On the Abraham Accords: “This is the greatest hope to come out of the region for a long time. There’s absolutely no question about it, because the Israeli-Palestinian conflict, if it ever was really just the Israeli-Palestinian conflict, or just the Jews and Arabs between the river and the sea, that conflict was over in April 1948. In April 1948, the Jews and the Arabs are basically, pretty much settled in the lines. That conflict is over. It’s a small conflict, it lasted several months, it was pretty much settled. In May 1948, it becomes the Arab-Israeli conflict, and the Arab world, and ultimately the Soviet Union and the Non-Aligned Movement, are the fuel that feeds Palestinian intransigence for decades. The Palestinians, if they had been on their own, would not have been able to sustain decades of saying no — they would have had to come to terms with reality at one point. All this fuel that has been flowing in for decades allowed them to avoid reality. So the question is, are we finally getting to the point where some of this fuel is being taken away? And the Abraham Accords represent a refocusing of Arab priorities away from anti-Zionism, away from supporting Palestinian rejectionism. It’s not really about us, I sometimes call the Abraham Accords a ‘collateral benefit’ of a bigger shift in the Arab world, and certainly in the Gulf countries, much more towards focusing on fighting extremism, developing a vision of a moderate Islam, serving their citizens, and in that process, they find that anti-Zionism is no longer as useful to them as a scapegoat, as a way of redirecting anger, as they once needed it. And because it’s beginning to lose its value, they can basically begin to move away the fuel that sustains Palestinian intransigence. But it is only the beginning. It is completely a ray of hope. But one of the things that I find devastating about the current government, is that as much as [Israeli Prime Minister Benjamin] Netanyahu has, I think, the good and smart vision of a broader peace and normalization with the Arab world, and he correctly recognizes this opportunity, members of his coalition have been doing their utmost, unfortunately quite successfully, to undo a lot of them.”

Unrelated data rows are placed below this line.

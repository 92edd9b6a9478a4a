"""Random-walk Metropolis chains with a fixed Gaussian proposal, run in lockstep.

At each step every chain proposes ``y = x + L z`` with ``z ~ N(0, I)`` and
``L L^T = proposal_cov``, and accepts with probability
``min(1, exp(log_density(y) - log_density(x)))`` (Metropolis et al. 1953;
Hastings 1970). The proposal is symmetric, so this leaves the target invariant.

All chains' proposals at a step are evaluated as one batch through an
evaluator; random numbers come from one stream per chain, spawned from a
:class:`numpy.random.SeedSequence`, drawn in fixed-size blocks on the driver,
so a result depends on the seed only and never on where evaluations ran.
"""

from __future__ import annotations

from dataclasses import dataclass, field
from functools import cached_property
from typing import Callable

import numpy as np

from ._validation import as_covariance, as_float_array, check_finite, check_positive_int
from .errors import SamplingError, TargetError, WalktuneError
from .evaluators import InProcessEvaluator

#: Steps of random numbers drawn per chain at a time. Part of the definition of
#: a seeded result: changing it changes every seeded run.
BLOCK_STEPS = 256

#: Default share of failed evaluations (exceptions or NaN) that stops a run.
MAX_FAILURE_SHARE = 0.5


@dataclass(frozen=True)
class Chains:
    """Draws from ``chains`` random-walk Metropolis chains.

    Attributes
    ----------
    draws : ndarray of shape (chains, ceil(steps / thin), d)
        The state after each step (the start point is not included), or with
        ``thin`` > 1 after every ``thin``-th step, the last step always kept.
    log_density : ndarray of shape (chains, ceil(steps / thin))
        The log-density at each stored state.
    accepted : ndarray of shape (chains, steps), bool
        Whether the proposal at each step was accepted.
    evaluations : int
        Log-density evaluations, counted per point, including the start points
        unless their values were passed in.
    seed : int or SeedSequence
        The entropy of the seed sequence (or the spawned sequence itself):
        passing it back as ``seed`` repeats the run bit for bit.
    proposal_cov : ndarray of shape (d, d)
        The fixed proposal covariance.
    nan_count, error_count : int
        Evaluations that returned NaN or raised; both were rejected.
    first_error : str or None
        The traceback of the first evaluation that raised.
    thin : int
        Steps per stored draw (1: every state is kept).
    """

    draws: np.ndarray
    log_density: np.ndarray
    accepted: np.ndarray
    evaluations: int
    seed: object
    proposal_cov: np.ndarray
    start: np.ndarray
    nan_count: int = 0
    error_count: int = 0
    first_error: str | None = field(default=None, repr=False)
    thin: int = 1

    @cached_property
    def acceptance_rate(self) -> float:
        """Share of accepted proposals over all chains and steps."""
        return float(np.mean(self.accepted)) if self.accepted.size else float("nan")

    @property
    def n_chains(self) -> int:
        return self.draws.shape[0]

    @property
    def n_steps(self) -> int:
        """Steps per chain (the stored draws are fewer when ``thin`` > 1)."""
        return self.accepted.shape[1]

    @property
    def dim(self) -> int:
        return self.draws.shape[2]

    @property
    def last(self) -> np.ndarray:
        """The final state of each chain, shape (chains, d)."""
        return self.draws[:, -1, :] if self.n_steps else self.start


def thinning_for(chains: int, steps: int, dim: int, memory: int) -> int:
    """Steps per stored draw: 1, or the least ``k`` keeping ``chains`` chains of ``steps`` states of ``dim``
    float64 parameters near ``memory`` bytes (every ``k``-th state; :func:`sample`'s ``thin``)."""
    return max(1, -(-(8 * chains * dim * steps) // memory))


def _seed_sequence(seed) -> np.random.SeedSequence:
    if isinstance(seed, np.random.SeedSequence):
        return seed
    if seed is None:
        return np.random.SeedSequence()
    try:
        return np.random.SeedSequence(seed)
    except (TypeError, ValueError):
        raise WalktuneError(f"`seed` must be a non-negative whole number or None; got {seed!r}.") from None


def _start_points(start, chains: int | None) -> tuple[np.ndarray, int]:
    start = as_float_array(start, "start")
    if start.ndim == 0:
        start = start.reshape(1)
    if start.ndim == 1:
        n = 4 if chains is None else chains
        return np.tile(start, (n, 1)), n
    if start.ndim == 2:
        if chains is not None and start.shape[0] != chains:
            raise WalktuneError(
                f"`start` has {start.shape[0]} rows but chains={chains}; give one start point per chain or a single point."
            )
        return start.copy(), start.shape[0]
    raise WalktuneError(f"`start` must be a (d,) point or a (chains, d) array; got shape {start.shape}.")


class _FailureLog:
    """Counts NaN and raised evaluations and keeps the first traceback."""

    def __init__(self, max_share: float):
        self.max_share = max_share
        self.nan_count = 0
        self.error_count = 0
        self.first_error: str | None = None
        self.first_nan: str | None = None

    def record(self, values: np.ndarray, errors: dict, points: np.ndarray) -> np.ndarray:
        if errors:
            self.error_count += len(errors)
            if self.first_error is None:
                self.first_error = errors[min(errors)]
        bad = np.isnan(values)
        n_nan = int(bad.sum()) - len(errors)
        if n_nan > 0:
            self.nan_count += n_nan
            if self.first_nan is None:
                i = int(np.flatnonzero(bad)[0])
                self.first_nan = f"log-density returned NaN at {np.array2string(points[i], precision=6)}"
        if np.any(values == np.inf):
            i = int(np.flatnonzero(values == np.inf)[0])
            raise SamplingError(
                "the log-density returned +inf at "
                f"{np.array2string(points[i], precision=6)}; it must return a finite number, or -inf outside the support."
            )
        values = values.copy()
        values[bad] = -np.inf
        return values

    def check(self, evaluations: int) -> None:
        failures = self.nan_count + self.error_count
        if evaluations >= 20 and failures > self.max_share * evaluations:
            first = (self.first_error or self.first_nan or "").strip().splitlines()
            raise SamplingError(
                f"{failures} of {evaluations} log-density evaluations ({failures / evaluations:.0%}) failed "
                f"(raised or returned NaN); first failure: {first[-1] if first else 'unknown'}. "
                "Fix the log-density so it returns -inf outside the support.",
                first_failure=self.first_error or self.first_nan,
            )


def _start_values(evaluate, points: np.ndarray, start_log_density, n_chains: int) -> tuple[np.ndarray, int]:
    """The log-density at the start points (given, or evaluated and checked finite) and the evaluations spent."""
    if start_log_density is not None:
        current_lp = np.array(start_log_density, dtype=float).reshape(-1)
        if current_lp.shape[0] != n_chains or not np.all(np.isfinite(current_lp)):
            raise WalktuneError(f"`start_log_density` must hold {n_chains} finite values, one per chain.")
        return current_lp, 0
    first = evaluate(points)
    current_lp = np.asarray(first.values, dtype=float)
    if first.errors or not np.all(np.isfinite(current_lp)):
        i = min(first.errors) if first.errors else int(np.flatnonzero(~np.isfinite(current_lp))[0])
        detail = first.errors[i].strip().splitlines()[-1] if i in first.errors else f"value {current_lp[i]}"
        raise TargetError(
            f"the log-density at start point {np.array2string(points[i], precision=6)} is not finite ({detail}); "
            "choose a start inside the support."
        )
    return current_lp, n_chains


def _independent_part(independent, cov: np.ndarray, dim: int):
    """The coordinates proposed independently (sorted, checked) and the precision of their proposal; (None, None)."""
    if independent is None:
        return None, None
    fresh = np.unique(np.asarray(independent, dtype=int))
    others = np.setdiff1d(np.arange(dim), fresh)
    if fresh.size and (fresh.min() < 0 or fresh.max() >= dim):
        raise WalktuneError(f"`independent` indices must lie in 0..{dim - 1}.")
    if np.any(cov[np.ix_(fresh, others)] != 0):
        raise WalktuneError("`proposal_cov` must not couple independent coordinates with random-walk ones.")
    return fresh, np.linalg.inv(cov[np.ix_(fresh, fresh)])


def sample(
    log_density: Callable,
    start,
    proposal_cov,
    steps: int,
    *,
    chains: int | None = None,
    seed=None,
    vectorized: bool = False,
    evaluator: Callable | None = None,
    progress: Callable[[int, int], None] | None = None,
    max_failure_share: float = MAX_FAILURE_SHARE,
    start_log_density=None,
    independent=None,
    thin: int = 1,
) -> Chains:
    """Run random-walk Metropolis chains with a fixed Gaussian proposal.

    Parameters
    ----------
    log_density : callable
        Log of the (unnormalised) target density. ``log_density(theta)`` with
        ``theta`` of shape (d,) returns a float; with ``vectorized=True``,
        ``log_density(points)`` with shape (n, d) returns shape (n,). Return
        ``-inf`` outside the support.
    start : array-like of shape (d,) or (chains, d)
        One start point for all chains, or one per chain.
    proposal_cov : array-like of shape (d, d), (d,) or scalar
        Covariance of the Gaussian increment. A vector is a diagonal.
    steps : int
        Steps per chain.
    chains : int, default=4 (or the number of rows of ``start``)
        Number of chains run in lockstep.
    seed : int, sequence of int, SeedSequence or None, default=None
        Seed of the random streams; the entropy used is kept in the result.
    vectorized : bool, default=False
        Whether ``log_density`` takes a batch of points.
    evaluator : callable, optional
        Takes a (n, d) array and returns a :class:`~walktune.evaluators.BatchResult`.
        Defaults to in-process evaluation of ``log_density``.
    progress : callable, optional
        Called as ``progress(steps_done, steps)`` from time to time.
    max_failure_share : float, default=0.5
        Stop with :class:`~walktune.errors.SamplingError` when more than this
        share of evaluations raised or returned NaN.
    start_log_density : array-like of shape (chains,), optional
        The log-density at the start points when already known (continuing
        chains); they are then not evaluated again or counted.
    independent : array-like of int, optional
        Coordinates proposed afresh from ``N(0, proposal_cov[idx, idx])``
        (an independence proposal) instead of by a random-walk step; the
        Metropolis-Hastings ratio then includes the proposal densities. The
        proposal covariance must not couple them with the other coordinates.
    thin : int, default=1
        Keep the state after every ``thin``-th step only (the last step always
        kept), to bound the memory of long runs in many dimensions. The chain
        itself, its random numbers and its acceptances are those of ``thin=1``.

    Returns
    -------
    Chains
    """
    points, n_chains = _start_points(start, chains)
    check_positive_int(n_chains, "chains")
    steps = check_positive_int(steps, "steps", minimum=0)
    thin = check_positive_int(thin, "thin", minimum=1)
    check_finite(points, "start")
    dim = points.shape[1]
    cov = as_covariance(proposal_cov, dim, "proposal_cov")
    if not callable(log_density) and evaluator is None:
        raise WalktuneError("`log_density` must be a callable taking a parameter vector.")
    seed_seq = _seed_sequence(seed)
    evaluate = evaluator if evaluator is not None else InProcessEvaluator(log_density, vectorized)
    failures = _FailureLog(max_failure_share)

    current_lp, evaluations = _start_values(evaluate, points, start_log_density, n_chains)

    chol = np.linalg.cholesky(cov)
    fresh, fresh_precision = _independent_part(independent, cov, dim)
    streams = [np.random.Generator(np.random.PCG64(s)) for s in seed_seq.spawn(n_chains)]
    # The states kept: steps t (0-based) with (steps - 1 - t) % thin == 0, so that the last is among them.
    offset = (steps - 1) % thin if steps else 0
    kept = -(-steps // thin)
    draws = np.empty((n_chains, kept, dim))
    lp_out = np.empty((n_chains, kept))
    accepted = np.empty((n_chains, steps), dtype=bool)
    current = points.copy()
    start_points = points.copy()

    done = 0
    if progress is not None:
        progress(0, steps)
    while done < steps:
        block = min(BLOCK_STEPS, steps - done)
        # Each chain's stream yields a full block whatever the run length, so a
        # run is a prefix of any longer run with the same seed.
        z = np.stack([g.standard_normal((BLOCK_STEPS, dim)) for g in streams], axis=1)[:block]
        log_u = np.log(np.stack([g.random(BLOCK_STEPS) for g in streams], axis=1)[:block])
        increments = z @ chol.T  # (block, chains, d)
        for t in range(block):
            proposal = current + increments[t]
            correction = 0.0
            if fresh is not None:
                # Independence part: y = N(0, C) draw; ratio adds log q(x) - log q(y).
                proposal[:, fresh] = increments[t][:, fresh]
                old, new = current[:, fresh], proposal[:, fresh]
                correction = 0.5 * (
                    np.einsum("ij,jk,ik->i", new, fresh_precision, new) - np.einsum("ij,jk,ik->i", old, fresh_precision, old)
                )
            result = evaluate(proposal)
            values = result.values
            if result.errors or not np.isfinite(values).all():
                values = failures.record(np.asarray(values, dtype=float), result.errors, proposal)
            accept = log_u[t] < values - current_lp + correction
            current[accept] = proposal[accept]
            current_lp[accept] = values[accept]
            step = done + t
            if thin == 1:
                draws[:, step] = current
                lp_out[:, step] = current_lp
            elif (step - offset) % thin == 0:
                draws[:, (step - offset) // thin] = current
                lp_out[:, (step - offset) // thin] = current_lp
            accepted[:, step] = accept
        evaluations += block * n_chains
        done += block
        if failures.nan_count or failures.error_count:
            failures.check(done * n_chains)
        if progress is not None:
            progress(done, steps)

    return Chains(
        draws=draws,
        log_density=lp_out,
        accepted=accepted,
        evaluations=evaluations,
        seed=seed_seq.entropy if not seed_seq.spawn_key else seed_seq,
        proposal_cov=cov,
        start=start_points,
        nan_count=failures.nan_count,
        error_count=failures.error_count,
        first_error=failures.first_error,
        thin=thin,
    )
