def new_coordinates(posterior: Posterior, pilot: PilotResult, start: StartingPoints, budget: Budget, seed,
                    tracker, transforms, forbid_transforms) -> NewCoordinates:
    """Transforms, the whitened/rotated basis and the informed split; a short pilot in them when they change anything.

    The pilot in new coordinates gets half the pilot's budget, and with a cap
    on the job at most a fifth of what is left.
    """
    dim, names, counted, prior_terms = posterior.dim, posterior.names, posterior.counted, posterior.prior_terms
    covariance = pilot.covariance
    findings, prior_cov, reparam = [], None, None
    pooled = _pooled_draws(pilot, dim)
    n_independent = None
    try:
        prior_cov = prior_terms.covariance(start.fit.mode, np.sqrt(np.diag(covariance))) if prior_terms else None
        n_independent = pooled.shape[0] / max(1.0, within_chain_iact(pilot.draws)) if pilot.draws is not None else None
        reparam = build_reparam(pooled, names, posterior.bounds, prior_covariance=prior_cov, force=transforms,
                                forbid=forbid_transforms, covariance=covariance, n_independent=n_independent)
    except (WalktuneError, np.linalg.LinAlgError, ValueError) as error:
        findings.append(Finding("undecided", "info", [], f"no reparameterisation: {error}", {}))
    if reparam is None:
        return NewCoordinates(None, findings, prior_cov)
    curvature = curvature_measure(pooled)
    if "bend" not in (forbid_transforms if isinstance(forbid_transforms, (list, tuple)) else ()):
        reparam = bend_ridges(reparam, pooled, curvature, prior_cov, n_independent)
    findings += curved_ridge_findings(pooled, reparam, names, before=curvature)
    transformed = any(t.kind != "identity" for t in reparam.transforms) or bool(reparam.bends)
    reduced = prior_terms is not None and 0 < reparam.informed < dim
    if not (transformed or reduced):
        return NewCoordinates(reparam, findings, prior_cov)
    if budget.total is None:
        z_budget = budget.pilot // 2
    else:
        z_budget = min(budget.pilot // 2, max(0, (budget.total - counted.count) // 5))
    z_pilot = run_pilot(
        None, reparam.to_sampler(pilot.states), np.eye(dim), max(z_budget, _minimum_pilot(dim, budget.chains)),
        seed.spawn(1)[0], evaluator=SamplerSpaceEvaluator(counted, reparam),
        progress=lambda done, total: tracker("pilot in new coordinates", done, total),
        on_stage=lambda p: tracker.pilot_stage_ended(p, estimate=False),
    )
    tracker("pilot in new coordinates", z_pilot.evaluations, z_pilot.evaluations)
    old_map = reparam
    reparam = reparam.refit(z_pilot.draws.reshape(-1, dim).mean(axis=0), z_pilot.covariance, prior_cov, n_independent)
    states = reparam.to_sampler(old_map.from_sampler(z_pilot.states))
    plan = []
    if transformed:
        bent = f", {', '.join(b.name for b in reparam.bends)} straightened" if reparam.bends else ""
        plan.append(PlannedRun("transformed-rotated", f"random walk in the transformed, whitened coordinates{bent}",
                               (z_pilot.scale_factor * theory.optimal_scale(dim)) ** 2 * np.eye(dim)))
    if reduced:
        r = reparam.informed
        diag = np.r_[np.full(r, theory.optimal_scale(r) ** 2), np.ones(dim - r)]
        plan.append(PlannedRun("reduced-basis", f"random walk in the {r} informed directions, independence proposals "
                               "from the fitted Gaussian in the others", np.diag(diag), independent=np.arange(r, dim)))
    return NewCoordinates(reparam, findings, prior_cov, plan, states)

On UNRWA today: “In the UNRWA schools and in the UNRWA refugee camps, a separate Palestinian national identity was forged separate from the surrounding Arab countries. And again, that in itself is not a problem, most of the world’s national identities are fairly recent, but the problem is that the foundational ethos became one of return and revenge, and this remains the foundational ethos, not just of the Palestinian people, but the one that is taught at UNRWA schools. And Western nations that fund UNRWA to billions of dollars are essentially fueling the conflict. They are playing the role that Arab countries, that the Soviet Union has played for so many decades, of fueling Palestinian reductionism and the dream of Israeli temporariness. And it gets me very angry, because, again, I know Joe Biden loves Israel. I mean, he really loves Israel, but from the American administration, and I asked many people, they just think of it as cheap money to buy quiet. But this has always been the view. This was protection money. This was bribe. ‘Let’s just give this money to buy another year of quiet,’ but it actually doesn’t buy quiet. I mean, I can even debate whether it buys quiet in the short term, but it definitely does not buy quiet in the long term, because it feeds another generation of Palestinians who believe it is their most noble duty to rid the land of Zionism and of the Jewish state. And ultimately, the people who pay for that are not Americans or Australians or friends, the people who pay for that are Israelis in blood and life.”

Bonus lightning round: Favorite Yiddish word or phrase? “The usual, ‘putz,’ ‘schlep,’ they’re just great.” Favorite Jewish food? “Matzah with butter.” Favorite Israeli wine? “It’s called Clos de Gat. They’re very good.”